Thirty-seven yeast isolates from the microorganism collection of the laboratory of Microorganism Physiology and Genetics of the Federal University of Lavras (Universidade Federal de Lavras - UFLA, Brazil) and three yeast isolates from the National Collection of Yeast Cultures - NCYC (Norwich, UK) were used in this study. The evaluated yeasts were from the following genera: Candida, Pichia, Debaromyces, Saccharomyces, Kazachistania, Torulaspora, Trichosporon, Kodamea, Lindnera, Yarrowia, Galactomyces, Cryptococcus, Hanseniaspora, Issatchenia, Rhodotorula, and Schizosaccharomyces (Table 1).

Table 1.Yeast isolates obtained from the microbial culture collection of the Physiology of Microorganisms laboratory of UFLA used in the study of growth in crude and commercial glycerol.

Preselection of Yeasts Able to Grow in Glycerol

The yeasts were evaluated with regard to their ability to grow in culture media containing pure glycerol (Sigma Aldrich V000123), and crude glycerol (obtained from the Laboratory of Research on Oils, Fats and Biodiesel of UFLA). Yeast growth was monitored through the measurement of optical density at 595 nm every 3 h. Measurements were made in ELISA-Multiskan FC (Thermo Scientific) microplates containing 180 μl of G-1 culture medium and 20 μl of the inoculum, which represents a population of 106 - 107 cells/ml, and was grown for 24 h in yeast-extract peptone glucose (YEPG) medium. The incubation temperature was 28℃ for 24 h, with shaking at 150 rpm [11].
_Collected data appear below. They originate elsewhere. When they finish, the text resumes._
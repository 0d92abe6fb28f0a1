"""The collective protocol and the one-process implementation."""

import os
from typing import Protocol

import torch


class Collective(Protocol):
    rank: int
    size: int

    def all_reduce(self, tensor: torch.Tensor) -> None:
        """Sum `tensor` in place over all processes."""

    def all_reduce_many(self, tensors: list[torch.Tensor]) -> None:
        """Sum each tensor in place over all processes; the backend may overlap them."""

    def all_reduce_start(self, tensor: torch.Tensor) -> "Pending":
        """Begin summing `tensor` in place; it holds the sum once `.wait()` returns.
        Every process must start and wait in the same order as its other collectives."""

    def all_gather(self, tensor: torch.Tensor) -> torch.Tensor:
        """Stack every process's `tensor` (same shape everywhere) along a new dim 0, in rank order."""

    def barrier(self) -> None: ...

    def close(self) -> None: ...


class Pending(Protocol):
    def wait(self) -> object: ...


class Done:
    """A collective that already finished (one process, or a backend that blocks)."""

    def wait(self) -> None:
        pass


class LocalCollective:
    """One process: every collective is the identity."""

    rank = 0
    size = 1

    def all_reduce(self, tensor: torch.Tensor) -> None:
        pass

    def all_reduce_many(self, tensors: list[torch.Tensor]) -> None:
        pass

    def all_reduce_start(self, tensor: torch.Tensor) -> Done:
        return Done()

    def all_gather(self, tensor: torch.Tensor) -> torch.Tensor:
        return tensor.unsqueeze(0).clone()

    def barrier(self) -> None:
        pass

    def close(self) -> None:
        pass


def running_under_launcher() -> bool:
    """True inside a process started by torchrun, mpiexec or our own launcher."""
    return "WORLD_SIZE" in os.environ or "PMI_SIZE" in os.environ or "OMPI_COMM_WORLD_SIZE" in os.environ
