"""Seeds of the compressors' random streams, from (seed, step, global worker id).

`mix(*words)` hashes a few non-negative integers with numpy.random.SeedSequence
(NumPy's entropy pool after M. E. O'Neill's 2015 seed_seq design, from memory),
which costs ~50 µs a call. A step draws one seed per hosted worker, and 64 calls
cost more than the compression itself, so `mix_rows` runs the same hash for all
workers at once on uint32 arrays: equal to `mix(*prefix, w)` for every w
(tests/test_sync_compress.py checks it against SeedSequence).

Steps of the hash (32-bit words, products modulo 2^32):
1. the words of every integer, low 32 bits first (0 is one word);
2. fill a pool of 4 words with hashmix(word) (zeros past the entropy), the
   hash constant advancing by one multiplication per call;
3. mix every pool word into every other one, then any words past the 4th into
   every pool word;
4. draw two output words from the pool with a second hash constant and join
   them little-endian into 64 bits; drop the lowest bit (63-bit seeds).
"""

import numpy as np

INIT_A, MULT_A, INIT_B, MULT_B = 0x43B0D7E5, 0x931E8875, 0x8B51F9DD, 0x58F38DED
MIX_L, MIX_R = 0xCA01F9DD, 0x4973F715
POOL, MASK32 = 4, 0xFFFFFFFF
U32 = np.uint32


def mix(*words: int) -> int:
    """A well-spread 63-bit seed from several non-negative integers."""
    return int(np.random.SeedSequence([int(w) for w in words]).generate_state(1, np.uint64)[0] >> 1)


def _words(value: int) -> list[int]:
    out = [value & MASK32]
    value >>= 32
    while value:
        out.append(value & MASK32)
        value >>= 32
    return out


def _hash_constants(calls: int) -> tuple[np.ndarray, np.ndarray]:
    """The constant hashmix XORs with and the one it multiplies by, for its first `calls` calls, as [calls, 1] columns."""
    before, const = [], INIT_A
    for _ in range(calls):
        before.append(const)
        const = (const * MULT_A) & MASK32
    after = [(c * MULT_A) & MASK32 for c in before]
    return np.array(before, dtype=U32)[:, None], np.array(after, dtype=U32)[:, None]


XOR_BY, MUL_BY = _hash_constants(64)  # enough for 16 words of entropy


class _Hash:
    """hashmix with its advancing constant; `count` calls at once on the same words give a [count, ...] array."""

    def __init__(self):
        self.calls = 0

    def __call__(self, v: np.ndarray, count: int = 1) -> np.ndarray:
        at, self.calls = self.calls, self.calls + count
        v = (v ^ XOR_BY[at : self.calls]) * MUL_BY[at : self.calls]  # arrays wrap modulo 2^32
        return v ^ (v >> U32(16))


def _mix(x: np.ndarray, y: np.ndarray) -> np.ndarray:
    r = U32(MIX_L) * x - U32(MIX_R) * y
    return r ^ (r >> U32(16))


def mix_rows(prefix: tuple[int, ...], last) -> list[int]:
    """[mix(*prefix, w) for w in last], in one pass; every w must be < 2**32."""
    last = np.asarray(last, dtype=np.uint64)
    words = [w for p in prefix for w in _words(int(p))]
    if (last.size and int(last.max()) > MASK32) or POOL * (POOL + len(words) + 1) > len(XOR_BY):
        return [mix(*prefix, int(w)) for w in last]  # a second word per row: not worth vectorising
    entropy = [np.full(last.shape, w, dtype=U32) for w in words] + [last.astype(U32)]  # 1.
    hashmix, zero = _Hash(), np.zeros(last.shape, dtype=U32)
    pool = np.stack([hashmix(entropy[i] if i < len(entropy) else zero)[0] for i in range(POOL)])  # 2.
    for src in range(POOL):  # 3. pool[src] stays fixed while it mixes into the other three
        others = [d for d in range(POOL) if d != src]
        pool[others] = _mix(pool[others], hashmix(pool[src], len(others)))
    for src in range(POOL, len(entropy)):
        pool = _mix(pool, hashmix(entropy[src], POOL))
    out, const = [], INIT_B  # 4.
    for i in range(2):
        v = pool[i % POOL] ^ U32(const)
        const = (const * MULT_B) & MASK32
        v = v * U32(const)
        out.append((v ^ (v >> U32(16))).astype(np.uint64))
    return (((out[1] << np.uint64(32)) | out[0]) >> np.uint64(1)).tolist()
Culture Media and Cultivation Conditions

To select yeasts that were able to grow in medium containing glycerol as a carbon source, G-1 medium composed of 20 g/l glycerol (commercial or crude), 20 g/l peptone, and 20 g/l yeast extract was used. The pH was adjusted to 6.0. G-1 culture medium lacking glycerol was used as a control [11].
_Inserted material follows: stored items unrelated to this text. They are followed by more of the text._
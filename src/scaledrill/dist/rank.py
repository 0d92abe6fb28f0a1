"""The one entry point of every process of a multi-process job: `python -m scaledrill.dist.rank DIR JOB`.

DIR holds the config.yaml the launcher wrote; JOB names the function that does
this rank's work, as `module:function` taking `(cfg, DIR, collective)` (a training
run: `scaledrill.train.run:train_as_rank`; the check's processes path:
`scaledrill.check.processes:follow_as_rank`). The job is looked up by name so that
this low layer never imports the layers above it.

The rank joins the process group, runs the job and exits 0. A failure is written
to DIR/.rankR.error so the launcher can say which rank failed and why, and the
exit status is the error's own (2 bad input, 3 data, 4 checkpoint, …).
"""

import importlib
import os
import sys
import traceback
from pathlib import Path

import torch
from omegaconf import OmegaConf

from scaledrill.dist import open_collective
from scaledrill.dist.launch import error_file
from scaledrill.errors import ScaledrillError

TRAIN_JOB = "scaledrill.train.run:train_as_rank"


def rank_from_env() -> int:
    for key in ("RANK", "PMI_RANK", "OMPI_COMM_WORLD_RANK"):
        if key in os.environ:
            return int(os.environ[key])
    return 0


def resolve_job(name: str):
    module, function = name.split(":")
    return getattr(importlib.import_module(module), function)


def main(argv: list[str]) -> int:
    run_dir, job = Path(argv[0]), argv[1] if len(argv) > 1 else TRAIN_JOB
    cfg = OmegaConf.load(run_dir / "config.yaml")
    torch.set_num_threads(int(os.environ.get("SCALEDRILL_THREADS", "1")))
    rank = rank_from_env()
    try:
        resolve_job(job)(cfg, run_dir, open_collective(cfg.layout.backend, cfg.train.timeout_s))
        return 0
    except ScaledrillError as err:
        error_file(run_dir, rank).write_text(str(err))
        return err.exit_code
    except Exception as err:  # report, not hide: the launcher prints it with the rank
        error_file(run_dir, rank).write_text(f"{type(err).__name__}: {err}")
        if cfg.get("debug"):
            traceback.print_exc()
        return 1


if __name__ == "__main__":
    sys.exit(main(sys.argv[1:]))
Yeasts that demonstrated improved growth due to growth in media lacking glycerol were submitted to additional growth tests in submerged culture in G-2 culture medium, with shaking at 150 rpm at 28 ± 2℃ for 120 h. The G-2 medium composition was adapted [16]: per L, 7.0 g KHPO4, 2.5 g NaHPO4, 1.5 g MgSO4·7H2O, 0.15 g CaCl·2H2O, 0.02 g ZnSO4·H2O, 0.06 g MnSO4·H2O, 0.5 g (NH4)SO4, 0.5 g yeast extract, and 5.0 g glucose, and pH 6.0. Pure and crude glycerol was used at concentrations of 10%, 20%, and 30%. The inoculum was initially grown in 2 ml of YEPG (10 g yeast extract, 20 g peptone, and 20 g glucose per liter) for 24 h.

Selection of Yeasts in Submerged Cultures

The yeasts, selected in the initial phase, were then submitted to shake-flask tests for 120 h, with shaking at 150 rpm at 28℃ in G-2 culture medium. Cells were inoculated at 108 cells/ml at concentrations of 10%, 20%, and 30% glycerol [18]. Samples were removed at every 24 h to count viable cells.
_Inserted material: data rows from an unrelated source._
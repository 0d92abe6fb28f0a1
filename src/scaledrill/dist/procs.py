"""The processes of a run as the kernel sees them, read from /proc (Linux).

The launcher needs the pid of every rank to forward a signal or to end the run,
but under mpiexec the ranks are its grandchildren (and hydra puts each in a
session of its own, so a process-group kill misses them). They are found by
walking the tree below the launcher's child and reading each process's
environment for the rank the process manager gave it.
"""

import ctypes
import os
import signal
import time
from pathlib import Path

RANK_ENTRY = b"scaledrill.dist.rank"
PR_SET_PDEATHSIG = 1  # linux/prctl.h


def _parent(pid: int) -> int | None:
    try:
        stat = Path(f"/proc/{pid}/stat").read_text()
    except OSError:
        return None
    return int(stat.rsplit(")", 1)[1].split()[1])  # the name may hold spaces and ')'


def descendants(root: int) -> list[int]:
    """Every live process below `root`, parents before their children."""
    children: dict[int, list[int]] = {}
    for entry in Path("/proc").iterdir():
        if entry.name.isdigit():
            parent = _parent(int(entry.name))
            if parent is not None:
                children.setdefault(parent, []).append(int(entry.name))
    found, todo = [], [root]
    while todo:
        for child in children.get(todo.pop(), []):
            found.append(child)
            todo.append(child)
    return found


def _environ_rank(pid: int) -> int | None:
    try:
        if RANK_ENTRY not in Path(f"/proc/{pid}/cmdline").read_bytes():
            return None
        environ = Path(f"/proc/{pid}/environ").read_bytes().split(b"\0")
    except OSError:
        return None
    for key in (b"PMI_RANK=", b"RANK="):
        for entry in environ:
            if entry.startswith(key):
                return int(entry[len(key):])
    return None


def rank_pids(root: int) -> dict[int, int]:
    """rank -> pid of the topmost rank-entry process of that rank below `root` (the rank's guard under MPI)."""
    out: dict[int, int] = {}
    for pid in descendants(root):  # parents come first, so the guard wins over the rank it forked
        rank = _environ_rank(pid)
        if rank is not None and rank not in out:
            out[rank] = pid
    return out


def rank_processes(run_dir) -> list[int]:
    """Every live rank-entry process of the run in `run_dir`, wherever it hangs in the tree: a rank
    whose guard died first is re-parented to init, out of reach of a walk from the launcher."""
    wanted = [RANK_ENTRY, str(run_dir).encode()]
    out = []
    for entry in Path("/proc").iterdir():
        if entry.name.isdigit() and int(entry.name) != os.getpid():
            try:
                argv = (entry / "cmdline").read_bytes().split(b"\0")
            except OSError:
                continue
            if RANK_ENTRY in argv and wanted[1] in argv and _alive(int(entry.name)):
                out.append(int(entry.name))
    return out


def send(pid: int, sig: int) -> None:
    try:
        os.kill(pid, sig)
    except (ProcessLookupError, PermissionError):
        pass


def kill_tree(root: int) -> list[int]:
    """SIGKILL `root` and everything below it (children first, so none is re-parented and missed); the pids hit."""
    hit = descendants(root)
    for pid in reversed(hit):
        send(pid, signal.SIGKILL)
    send(root, signal.SIGKILL)
    return [*hit, root]


def _alive(pid: int) -> bool:
    try:
        state = Path(f"/proc/{pid}/stat").read_text().rsplit(")", 1)[1].split()[0]
    except OSError:
        return False
    return state != "Z"


def wait_gone(pids: list[int], timeout_s: float = 10.0) -> None:
    """Wait until none of `pids` runs any more: a SIGKILL is only a request, and a process
    that is not our child cannot be waited for."""
    deadline = time.monotonic() + timeout_s
    while any(_alive(pid) for pid in pids) and time.monotonic() < deadline:
        time.sleep(0.02)


def die_with_parent(sig: int = signal.SIGTERM) -> None:
    """Ask the kernel to send `sig` to this process when its parent dies: a launcher killed
    with SIGKILL then still stops its ranks (they checkpoint on SIGTERM)."""
    try:
        libc = ctypes.CDLL(None, use_errno=True)
        libc.prctl(PR_SET_PDEATHSIG, int(sig), 0, 0, 0)
    except (OSError, AttributeError):
        return
    if os.getppid() == 1:  # the parent died before the request took effect
        os.kill(os.getpid(), sig)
Production, Extraction, and Determination of Lipids

Lipid production was evaluated during growth in submerged culture in G-2 medium at the following concentrations of crude glycerol (g/l): 15, 25, 30, and 35. The yeasts were inoculated at 108 cells/ml, and incubated at 30 ± 2℃, with shaking at 150 ± 10 rpm. The experiment was carried out for 48 h, as adapted from [18].

Lipid extraction was performed using a modified methodology [6]. Briefly, lipids were extracted from yeast biomass using a chloroform methanol solution (2:1). The extracted lipids were removed and the process was repeated for the remaining lipids in the sample. The solvents were then removed by evaporation.

The extracted lipids were esterified to obtain the fatty acid methyl esters [15]. Fatty acids were quantified using a gas chromatograph (GC; Shimadzu model 17A), equipped with a flame ionization detector (FID) and a silica capillary column DB Wac (30 m × 0.25 mm × 0.25 μm; J&W Scientific), with automatic injector. The analyses were performed under the following conditions: injector temperature 240℃; detector temperature 240℃; initial column temperature 140℃; temperature program, 140℃ for 20 min, 2.5℃/min up to 220℃, and 10 min at 220℃. The carrier gas flow rate was 1.2 ml/min, with a split ratio of 1:10. Nitrogen was used as the carrier gas [8].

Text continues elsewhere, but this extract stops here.